Immerhin bedeutete diese Verordnung einen großen Fortschritt und
innerhalb kurzer Frist entstanden 8 Schwefelanstalten und zwar sämtlich
in Nürnberg, das damit den Grund legte zu seiner späteren hervorragenden
Stellung im Hopfenhandel der Welt. Schon jetzt stand Nürnberg über
Saaz, dem Emporium des böhmischen Hopfenhandels.
Dankbarst ist es anzuerkennen, daß die Staatsregierung, nachdem
einmal die bedingte Erlaubnis zum Schwefeln erteilt war, es nicht unter—
ließ, sich durch fortgesetzte Untersuchungen zu vergewissern, ob die gegebene
Erlaubnis die erhofften Erfolge bringe. Jedenfalls war für die Er—
sprießlichkeit der Aufhebung des Schwefelverbotes ein eklatanter
Beweis durch die außerordentlich hohe Hopfenausfuhr des
Jahres 1860 erbracht, die anders rein unmöglich gewesen wäre.
Diese Erfolge, in Verbindung mit den mittlerweile von obiger Kommission
mit gleich günstigen Resultaten fortgesetzten Versuchen veranlaßten kurz
darauf unsere Regierung, das Hopfenschwefeln, unter Einhaltung einiger
sanitäts- und feuerpolizeilicher Bestimmungen, gänzlich freizugeben.
Die diesbezügliche Verordung datiert vom 6. Juni 1862.

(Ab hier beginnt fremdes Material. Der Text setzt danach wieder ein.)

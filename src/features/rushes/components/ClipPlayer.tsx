import { useEffect, useState, type KeyboardEvent, type ReactNode } from "react";
import type { ClipDetail, MarkView } from "@shared/rushes/schemas";
import type { TimecodeFormat } from "@shared/timecode/rates";
import { frameCount, frameOfLabel, sourceLabel } from "@shared/timecode/playhead";
import { checkTimecode } from "@shared/timecode/timecode";
import { Button } from "../../../components/Button";
import { KeysSheet } from "./KeysSheet";
import { MarkStrip } from "./MarkStrip";
import { isTyping, keyOf, playerKeys, type PlayerAction } from "./player-keys";
import { usePlayhead } from "./use-playhead";

/** The mark being made: its in and out as typed or set from the picture. */
export interface MarkDraft {
  in: string;
  out: string;
  setIn: (label: string) => void;
  setOut: (label: string) => void;
  writeNote: () => void;
}

interface PlayerProps {
  clip: ClipDetail;
  format: TimecodeFormat;
  url: string;
  draft: MarkDraft;
  /** A mark to start at (the playhead on its in point). */
  openAt?: MarkView | null;
  onUnplayable: () => void;
  playerRef: (element: HTMLDivElement | null) => void;
}

/** The clip's picture with its source timecode, frame steps, in and out from the playhead, and its marks. */
export function ClipPlayer({ clip, format, url, openAt = null, draft, onUnplayable, playerRef }: PlayerProps) {
  const frames = Math.max(1, frameCount(clip.durationMs, format.rate));
  const { frame, playing, seek, step, togglePlay, attach } = usePlayhead(format.rate, frames - 1);
  const [keysOpen, setKeysOpen] = useState(false);
  const label = (frame: number) => sourceLabel(clip.startTimecode, frame, format);
  const firstFrame = frameOfLabel(null, label(0), format);
  const startFrame = openAt ? openAt.inFrame - firstFrame : null;
  useEffect(() => {
    if (startFrame !== null) seek(startFrame);
  }, [seek, startFrame]);
  const draftFrame = (text: string) => (checkTimecode(text, format).ok ? frameOfLabel(clip.startTimecode, text, format) : null);

  const actions: Record<PlayerAction, () => void> = {
    play: togglePlay,
    frameBack: () => step(-1),
    frameOn: () => step(1),
    secondBack: () => step(-Math.round(format.rate.numerator / format.rate.denominator)),
    secondOn: () => step(Math.round(format.rate.numerator / format.rate.denominator)),
    first: () => seek(0),
    last: () => seek(frames - 1),
    in: () => draft.setIn(label(frame)),
    out: () => draft.setOut(label(frame)),
    note: draft.writeNote,
    keys: () => setKeysOpen(true),
  };
  const onKeyDown = (e: KeyboardEvent<HTMLDivElement>) => {
    if (isTyping(e.target)) return;
    const onControl = e.target instanceof HTMLButtonElement || e.target instanceof HTMLInputElement;
    const key = playerKeys.find((k) => k.matches(e));
    // A focused button keeps Space; the scrubber keeps its own arrows, Home and End.
    if (!key || (onControl && key.action === "play") || (e.target instanceof HTMLInputElement && ["frameBack", "frameOn", "first", "last"].includes(key.action))) return;
    e.preventDefault();
    actions[key.action]();
  };

  return (
    <div ref={playerRef} tabIndex={0} role="group" aria-label="Player" aria-keyshortcuts={playerKeys.map((k) => k.aria).join(" ")} onKeyDown={onKeyDown} className="flex flex-col gap-2 rounded-md bg-graphite-900 p-2 text-ply-100 focus-visible:outline-3 focus-visible:outline-amber-cut">
      <video
        key={url}
        ref={attach}
        src={url}
        poster={clip.posterUrl ?? undefined}
        preload="auto"
        playsInline
        onError={onUnplayable}
        onClick={(e) => e.currentTarget.parentElement?.focus()}
        className="aspect-video w-full rounded-sm bg-black"
        aria-label={`Picture of ${clip.fileName}`}
      />
      <MarkStrip marks={clip.marks} firstFrame={firstFrame} frames={frames} playhead={frame} draft={{ inFrame: draftFrame(draft.in), outFrame: draftFrame(draft.out) }} onChoose={seek} />
      <label className="sr-only" htmlFor={`scrub-${clip.id}`}>
        Playhead frame
      </label>
      <input id={`scrub-${clip.id}`} type="range" min={0} max={frames - 1} step={1} value={frame} onChange={(e) => seek(Number(e.target.value))} className="w-full accent-amber-cut" />
      <div className="flex flex-wrap items-baseline justify-between gap-x-3">
        <output aria-live="off" aria-label="Playhead timecode" className="font-mono text-2xl font-bold tracking-wide">
          {label(frame)}
        </output>
        <span className="text-xs text-ply-200">
          frame {frame + 1} of {frames} · source timecode
        </span>
      </div>
      <div className="flex flex-wrap gap-2">
        <Control action="frameBack" onClick={actions.frameBack}>Frame back</Control>
        <Control action="play" onClick={actions.play}>{playing ? "Stop" : "Play"}</Control>
        <Control action="frameOn" onClick={actions.frameOn}>Frame on</Control>
        <Control action="in" onClick={actions.in}>In here</Control>
        <Control action="out" onClick={actions.out}>Out here</Control>
        <Control action="keys" onClick={actions.keys}>Keys</Control>
      </div>
      <p className="text-xs text-ply-200" aria-live="polite">
        In <span className="font-mono">{draft.in || "not set"}</span> · Out <span className="font-mono">{draft.out || "not set"}</span> · press <Kbd>N</Kbd> to write the note, then <Kbd>Enter</Kbd> to save.
      </p>
      <KeysSheet open={keysOpen} onClose={() => setKeysOpen(false)} />
    </div>
  );
}

function Kbd({ children }: { children: ReactNode }) {
  return <kbd className="rounded border border-graphite-500 px-1 font-sans text-ply-50">{children}</kbd>;
}

function Control({ action, onClick, children }: { action: PlayerAction; onClick: () => void; children: ReactNode }) {
  const key = keyOf(action);
  return (
    <Button tone="quiet" onClick={onClick} aria-keyshortcuts={key.aria} className="px-2.5 py-1.5">
      {children}
      <kbd aria-hidden className="rounded border border-ply-300 px-1 font-sans text-xs text-graphite-500">
        {key.keys}
      </kbd>
    </Button>
  );
}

Damit war die letzte Schranke gefallen, die dem Hopfenhandel auf
dem Entwicklungswege zum Großhandel entgegenstand, und damit beginnt
eine Aera, in welcher Nürnberg sich in erstaunlich kurzer Zeit zum ersten
Hopfenmarkt der Welt emporschwingen sollte!
Dazu war Nürnberg jetzt in um so höherem Grade berufen, als sich
der bayerische Hopfenbau immerfort vergrößerte und auch, wie wir sahen,
andere deutsche Staaten mit ihrem blühenden Hopfenbau sich als neue
Zufuhrländer zur Zentrale des Hopfenhandels aufthaten.
Auch die Hopfenkultur Englands und Amerikas, welche jedoch
durch die Eigenartigkeit ihrer Produkte von mehr lokaler Bedeutung ist,
hatte sich wesentlich vergrößert, und deren Märkte London und New-York
standen schon jetzt in enger, gegenseitiger Wechselwirkung mit Nürnberg.
Nürnberg aber behauptet auch diesen beiden, hochbedeutsamen Märkten
gegenüber seine Stellung als erster Hopfenhandelsplatz der Welt, um so mehr,
als sein Markt über eine Ware gebietet, die auf der ganzen Erde begehrt wird.
Die Fäden seines Handels erstrecken sich heute überall dahin, wo man
bayerisches Bier braut und in der ganzen Welt dürfte keine derartige Brauerei
existieren, die — sei es direkt oder indirekt — mit Nürnberg nicht Fühlung hätte.